Operatable feature guidelines

Edit on GitHub

This document provides guideline templates for development teams striving for high-quality software. These templates are flexible and serve as a starting point, so make sure to adjust them to your project’s requirements. Defining and following these guidelines may be necessary to fulfill project Service Level Agreements (SLAs), with each guideline explicitly outlining the responsible team. Alignment with all involved teams is essential for ensuring a functioning concept.

By addressing the following items, a development team can ensure that the operations team has the necessary information and resources to maintain the reliability of applications.

Survivability

An application, during its life cycle, faces various expected and unexpected challenges. To enable the operations team to increase an application’s survivability, it’s recommended to design additional flexible configuration options, like feature or workflow disabling or switching, that can be adjusted on the fly without redeployment to decrease resolution impact on critical business flows. Such options need to be handed over in the operational guidelines.

Stability

It is very common for business or technical teams to identify project-specific risks that may temporarily challenge the stability of the application.

To enable the operations team to effectively address such events or explore alternative solutions, it’s recommended that any gathered information related to these specific cases are shared via the Operational guidelines. This ensures that the operations team has the necessary information to address stability issues and maintain the reliability of the application.

Readability

Code readability is a major quality attribute that can impact various aspects of a project, such as the following:

  • Code review time
  • Code fix time
  • Feature delivery time
  • Developer onboarding time
  • Error evaluation time
  • The number of human errors

To improve the efficiency and effectiveness of the team, it’s important to establish a set of readability rules that need to be followed.
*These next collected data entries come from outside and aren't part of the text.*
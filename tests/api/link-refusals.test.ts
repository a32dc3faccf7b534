/** Every way in which the device link says no, through a real socket: the right code, nothing lost, counted on the device. */
import { afterAll, beforeAll, describe, expect, it } from 'vitest';
import { eq } from 'drizzle-orm';
import { faultCodes, faultKinds, float32Block, pack, type FaultCode } from '@shared/link';
import { devices } from '@server/db/schema';
import { openLinkLab, type LinkLab } from '../support/link-lab';
import { dtBlock, heronChannels, hello, LinkClient, START_US, testBatch, type UpgradeRefusal } from '../support/link-client';

let lab: LinkLab;
beforeAll(async () => { lab = await openLinkLab(); });
afterAll(() => lab.close());

const refusal = (promise: Promise<unknown>): Promise<UpgradeRefusal> => promise.then(() => { throw new Error('was let in'); }, (error: unknown) => error as UpgradeRefusal);

describe('the upgrade', () => {
  it.each([
    ['no key', null],
    ['a key nobody has', 'tbk_nobody'],
    ['a key that is not one', 'a b'],
  ])('with %s is refused with KEY_UNKNOWN, 401', async (_what, key) => {
    const refused = await refusal(LinkClient.open(lab.url, key));
    expect(refused).toMatchObject({ status: 401, contentType: 'application/problem+json' });
    expect(refused.problem).toMatchObject({ code: 'KEY_UNKNOWN', status: 401, wayOut: expect.stringMatching(/\w/) });
  });

  it('with a revoked key is refused with KEY_REVOKED, 403, and counted', async () => {
    const device = await lab.device();
    await lab.db.update(devices).set({ revokedAt: new Date() }).where(eq(devices.id, device.id));
    const refused = await refusal(LinkClient.open(lab.url, device.key));
    expect(refused.problem).toMatchObject({ code: 'KEY_REVOKED', status: 403 });
    await expect.poll(() => lab.faultsOf(device.id)).toMatchObject({ KEY_REVOKED: 1 });
  });

  it('without the subprotocol is refused with LINK_VERSION, 426', async () => {
    const device = await lab.device();
    const refused = await refusal(LinkClient.open(lab.url, device.key, 'tautbook.link.v9'));
    expect(refused.problem).toMatchObject({ code: 'LINK_VERSION', status: 426 });
  });

  it('of a second connection is refused with DEVICE_BUSY, 409, while the first one answers', async () => {
    const device = await lab.device();
    const first = await LinkClient.greeted(lab.url, device.key);
    const refused = await refusal(LinkClient.open(lab.url, device.key));
    expect(refused.problem).toMatchObject({ code: 'DEVICE_BUSY', status: 409 });
    expect(first.closed).toBeNull();
    await first.cut();
  });

  it('of a second connection replaces a first one that is dead', async () => {
    const device = await lab.device();
    const first = await LinkClient.greeted(lab.url, device.key);
    first.socket.pause(); // reads nothing, so answers no ping
    const second = await LinkClient.greeted(lab.url, device.key);
    expect(lab.link.stateOf(device.id)).toBe('connected');
    await second.cut();
    first.socket.terminate();
  });
});

describe('hello', () => {
  it.each<[string, FaultCode, Parameters<typeof hello>[0] & object]>([
    ['of another link version', 'LINK_VERSION', { link: 2 as 1 }],
    ['with a rig nobody imported', 'RIG_UNKNOWN', { rig: { code: 'kestrel-8', revision: 1 } }],
    ['with a revision that is not there', 'RIG_UNKNOWN', { rig: { code: 'heron-8', revision: 9 } }],
    ['with a rig that the device is not registered for', 'RIG_MISMATCH', { rig: { code: 'wren-8', revision: 1 } }],
    ['without the eighth tension', 'CHANNELS', { channels: heronChannels.filter((name) => name !== 't8_N') }],
    ['with a channel named twice', 'CHANNELS', { channels: [...heronChannels, 'grasp'] }],
    ['with more channels than are taken', 'CHANNELS', { channels: [...heronChannels, ...Array.from({ length: 300 }, (_, i) => `x${i}_N`)] }],
    ['at a rate of zero', 'RATE', { rateHz: 0 }],
    ['at a rate of a million', 'RATE', { rateHz: 1e6 }],
    ['at a rate that is no number', 'RATE', { rateHz: Number.NaN }],
  ])('%s gets %s and its close code', async (_what, code, wrong) => {
    const device = await lab.device();
    const client = await LinkClient.open(lab.url, device.key);
    client.send(hello(wrong));
    const fault = await client.next('fault');
    await client.until(() => client.closed, 'close');
    expect(fault).toMatchObject({ code, fatal: true });
    expect(client.closed).toEqual({ code: faultKinds[code].closeCode });
    await expect.poll(() => lab.faultsOf(device.id)).toMatchObject({ [code]: 1 });
  });

  it('comes first: anything else is refused and waits for it', async () => {
    const device = await lab.device();
    const client = await LinkClient.open(lab.url, device.key);
    client.send({ type: 'begin', trial: null, run: 'r', startUs: START_US });
    expect(await client.next('fault')).toMatchObject({ code: 'MALFORMED', fatal: false });
    client.send(hello());
    await client.next('welcome');
    client.send(hello());
    await client.until(() => client.faults().length === 2, 'second fault');
    await client.cut();
  });
});

describe('a running run', () => {
  async function running(run: string) {
    const device = await lab.device();
    const client = await LinkClient.greeted(lab.url, device.key);
    client.send({ type: 'begin', trial: null, run, startUs: START_US });
    await client.next('ack', (ack) => ack.run === run);
    client.send(testBatch(run, 0));
    await client.next('ack', (ack) => ack.run === run && ack.next === 1);
    return { device, client };
  }

  const wrong = (more: Parameters<typeof testBatch>[3]) => testBatch('r', 1, 20, more);
  const infinite = new Float32Array(20 * heronChannels.length);
  infinite[250] = Number.NEGATIVE_INFINITY;

  it.each<[string, FaultCode, Parameters<typeof testBatch>[3] & object, number]>([
    ['a number ahead of its turn', 'BATCH_ORDER', { n: 7 }, 1],
    ['data for another count', 'BATCH_SIZE', { count: 19 }, 1],
    ['data that ends inside a float', 'BATCH_SIZE', { data: wrong({}).data.subarray(1) }, 1],
    ['no samples', 'BATCH_SIZE', { count: 0, data: new Uint8Array(0) }, 1],
    ['times for another count', 'BATCH_SIZE', { dtUs: dtBlock([0, 1]) }, 1],
    ['an infinity', 'NOT_FINITE', { data: float32Block(infinite) }, 1],
    ['times that stand still', 'RATE', { dtUs: dtBlock(Array.from({ length: 20 }, () => 5)) }, 1],
    ['times before those that came', 'RATE', { t0Us: START_US + 3000 }, 1],
    ['times before the start of the run', 'RATE', { t0Us: START_US - 3000 }, 1],
    ['sample indices that came before', 'BATCH_SIZE', { first: 3 }, 1],
    ['a negative count', 'MALFORMED', { count: -1 }, 1],
    ['a count that is no number', 'MALFORMED', { count: 'many' as unknown as number }, 1],
  ])('refuses %s with %s, says which batch, and goes on with the right one', async (_what, code, more, n) => {
    const { device, client } = await running('r');
    client.send(testBatch('r', 1, 20, more));
    expect(await client.next('fault')).toMatchObject({ code, fatal: false, run: 'r', ...(code === 'MALFORMED' ? {} : { n }) });
    client.send(testBatch('r', 1));
    client.send({ type: 'end', run: 'r', batches: 2, samples: 40, reason: 'done' });
    await client.next('ack', (ack) => ack.ended === true);
    const recording = await lab.recording(device.id, 'r');
    expect(recording).toMatchObject({ state: 'closed', samples: 40, endReason: 'done', gaps: [] });
    await client.cut();
    await expect.poll(() => lab.faultsOf(device.id)).toMatchObject({ [code]: 1 });
  });

  it('asks once for the wanted batch when a whole flight is ahead of its turn, and again for the next flight', async () => {
    const { client } = await running('r');
    for (const n of [2, 3, 4, 5]) client.send(testBatch('r', n));
    await client.handled();
    expect(client.faults().filter(({ code }) => code === 'BATCH_ORDER')).toHaveLength(1);
    for (const n of [2, 3]) client.send(testBatch('r', n));
    await client.handled();
    expect(client.faults().filter(({ code }) => code === 'BATCH_ORDER')).toMatchObject([{ n: 1 }, { n: 1 }]);
    await client.cut();
  });

  it('takes NaN as not measured', async () => {
    const { device, client } = await running('nan');
    const values = new Float32Array(20 * heronChannels.length).fill(Number.NaN);
    client.send(testBatch('nan', 1, 20, { data: float32Block(values) }));
    client.send({ type: 'end', run: 'nan', batches: 2, samples: 40, reason: 'done' });
    await client.next('ack', (ack) => ack.ended === true);
    expect((await lab.recording(device.id, 'nan')).statistics?.['grasp']).toMatchObject({ missing: 20 });
    await client.cut();
  });

  it('survives frames that are no messages', async () => {
    const { client } = await running('r');
    const before = client.faults().length;
    const bad = [
      new Uint8Array(0),
      Uint8Array.of(0xc1),
      Uint8Array.of(0x81, 0xa4),
      pack({ type: 'teapot' }),
      // extension types: a timestamp, and what some libraries use for functions and expressions
      Uint8Array.of(0x81, 0xa1, 0x61, 0xd6, 0xff, 0, 0, 0, 0),
      Uint8Array.of(0x81, 0xa1, 0x61, 0xd4, 0x78, 0x01),
      // a list that says it holds four thousand million values
      Uint8Array.of(0x81, 0xa1, 0x61, 0xdd, 0xff, 0xff, 0xff, 0xff),
      // nested a thousand deep
      Uint8Array.from([0x81, 0xa1, 0x61, ...Array.from({ length: 1000 }, () => 0x91), 0xc0]),
      Uint8Array.from([...pack({ type: 'mark', run: 'r', atUs: START_US, label: 'x' }), 0x00]),
    ];
    for (const bytes of bad) client.sendBytes(bytes);
    client.socket.send('text');
    await client.until(() => client.faults().length === before + bad.length + 1, 'a fault each');
    expect(client.faults().slice(before).every(({ code, fatal }) => code === 'MALFORMED' && !fatal)).toBe(true);
    client.send(testBatch('r', 1));
    await client.next('ack', (ack) => ack.next === 2);
    await client.cut();
  });

  it('closes a connection that only talks nonsense, and keeps what is durable', async () => {
    const { device, client } = await running('r');
    for (let i = 0; i < 100; i += 1) client.sendBytes(Uint8Array.of(0xc1));
    await client.until(() => client.closed, 'close');
    expect(client.closed).toEqual({ code: faultKinds.MALFORMED.closeCode });
    expect(await lab.recording(device.id, 'r')).toMatchObject({ state: 'growing', nextBatch: 1, samples: 20 });
  });

  it('answers a frame of 10 MB with FRAME_TOO_LARGE, and the run goes on over the next connection', async () => {
    const { device, client } = await running('big');
    client.send(testBatch('big', 1, 20, { data: new Uint8Array(10_000_000) }));
    expect(await client.next('fault')).toMatchObject({ code: 'FRAME_TOO_LARGE', fatal: true });
    await client.until(() => client.closed, 'close');
    expect(client.closed).toEqual({ code: faultKinds.FRAME_TOO_LARGE.closeCode });
    const again = await LinkClient.open(lab.url, device.key);
    again.send(hello());
    expect((await again.next('welcome')).resume).toEqual([{ run: 'big', next: 1 }]);
    await again.cut();
  });

  it('does not even take in a frame above the ceiling', async () => {
    const { client } = await running('huge');
    client.sendBytes(new Uint8Array(17_000_000));
    await client.until(() => client.closed, 'close');
    expect(client.closed?.code).toBe(1009); // RFC 6455: message too big
  });

  it('says RUN_UNKNOWN for what never began and RUN_CLOSED for what is over', async () => {
    const { client } = await running('over');
    client.send(testBatch('never', 0));
    expect(await client.next('fault')).toMatchObject({ code: 'RUN_UNKNOWN', run: 'never', n: 0 });
    client.send({ type: 'end', run: 'over', batches: 1, samples: 20, reason: 'stopped' });
    await client.next('ack', (ack) => ack.ended === true);
    for (const message of [testBatch('over', 1), { type: 'begin', trial: null, run: 'over', startUs: START_US + 1 } as const, { type: 'mark', run: 'over', atUs: START_US, label: 'late' } as const]) {
      const since = client.heard.length;
      client.send(message);
      expect(await client.next('fault', () => true, since)).toMatchObject({ code: 'RUN_CLOSED', run: 'over', fatal: false });
    }
    await client.cut();
  });

  it('refuses an end that knows of other batches or fewer samples than came', async () => {
    const { client } = await running('e');
    client.send({ type: 'end', run: 'e', batches: 3, samples: 60, reason: 'done' });
    expect(await client.next('fault')).toMatchObject({ code: 'BATCH_ORDER', n: 1 });
    client.send({ type: 'end', run: 'e', batches: 1, samples: 7, reason: 'done' });
    expect(await client.next('fault', ({ code }) => code !== 'BATCH_ORDER')).toMatchObject({ code: 'BATCH_SIZE' });
    client.send({ type: 'end', run: 'e', batches: 1, samples: 20, reason: 'done' });
    await client.next('ack', (ack) => ack.ended === true);
    await client.cut();
  });

  it('refuses trials that are not there or not armed here, and unfiled runs still go', async () => {
    const device = await lab.device();
    const client = await LinkClient.greeted(lab.url, device.key);
    client.send({ type: 'begin', trial: 'no trial', run: 'a', startUs: START_US });
    expect(await client.next('fault')).toMatchObject({ code: 'TRIAL_UNKNOWN', run: 'a', fatal: false });
    client.send({ type: 'begin', trial: await lab.armedTrial((await lab.device()).id), run: 'a', startUs: START_US });
    expect(await client.next('fault', ({ code }) => code === 'TRIAL_NOT_ARMED')).toMatchObject({ run: 'a', fatal: false });
    client.send({ type: 'begin', trial: null, run: 'a', startUs: START_US });
    await client.next('ack', (ack) => ack.run === 'a');
    await client.cut();
  });

  it('lets a device have eight open runs and not a ninth', async () => {
    const device = await lab.device();
    const client = await LinkClient.greeted(lab.url, device.key);
    for (let i = 0; i < 9; i += 1) client.send({ type: 'begin', trial: null, run: `r${i}`, startUs: START_US });
    expect(await client.next('fault')).toMatchObject({ code: 'DEVICE_BUSY', run: 'r8', fatal: false });
    await client.cut();
  });

  it('cuts a revoked device off at once with KEY_REVOKED', async () => {
    const { device, client } = await running('cut');
    lab.link.revoke(device.id);
    await client.until(() => client.closed, 'close');
    expect(client.faults().at(-1)).toMatchObject({ code: 'KEY_REVOKED', fatal: true });
    expect(client.closed).toEqual({ code: faultKinds.KEY_REVOKED.closeCode });
    expect(await lab.recording(device.id, 'cut')).toMatchObject({ state: 'growing', samples: 20 });
  });
});

it('had every refusal that a device can be told counted on some device', async () => {
  const rows = await lab.db.select({ faults: devices.faults }).from(devices);
  const counted = new Set(rows.flatMap(({ faults }) => Object.keys(faults)));
  // A key that nobody has belongs to no device; STORAGE is the server's own trouble (tests/faults).
  expect(faultCodes.filter((code) => !counted.has(code))).toEqual(['KEY_UNKNOWN', 'STORAGE']);
});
This ensures that the codebase is easy to understand and maintain, which can lead to faster delivery of features and fewer errors.

Credibility

To ensure a credible application that can operate continuously, that is 24/7/365, and implement significant changes on a regular basis, it’s recommended to develop and adhere to testing best practices that aim for error-free behavior in the production environment. As an optional step, a set of production-targeted smoke tests, considering their impact on the production environment, can be conducted to verify the proper behavior of recent changes to the system. These tests can be included as part of the operational or deployment guidelines.

It's recommended to put extra attention over the environment specific application and infrastructure configuration and settings because they carry a higher risk of business impact on error.

Fault-tolerance

We recommend preparing a fallback mechanism for your business critical workflows, like order placement, to make sure that the intentions of your end users are never lost.

Interruptibility

Scheduled tasks need to be interruptible because they’re more prune to face critical failures and deliberate interruptions if they are always running. Accordingly, they need to leave the processed entities and their related modified entities in a consistent state and not loose any critical business information in between. Special, not-recurring, long-running scheduled tasks need to be marked to be distinguishable from regular scheduled tasks for easy observation and management.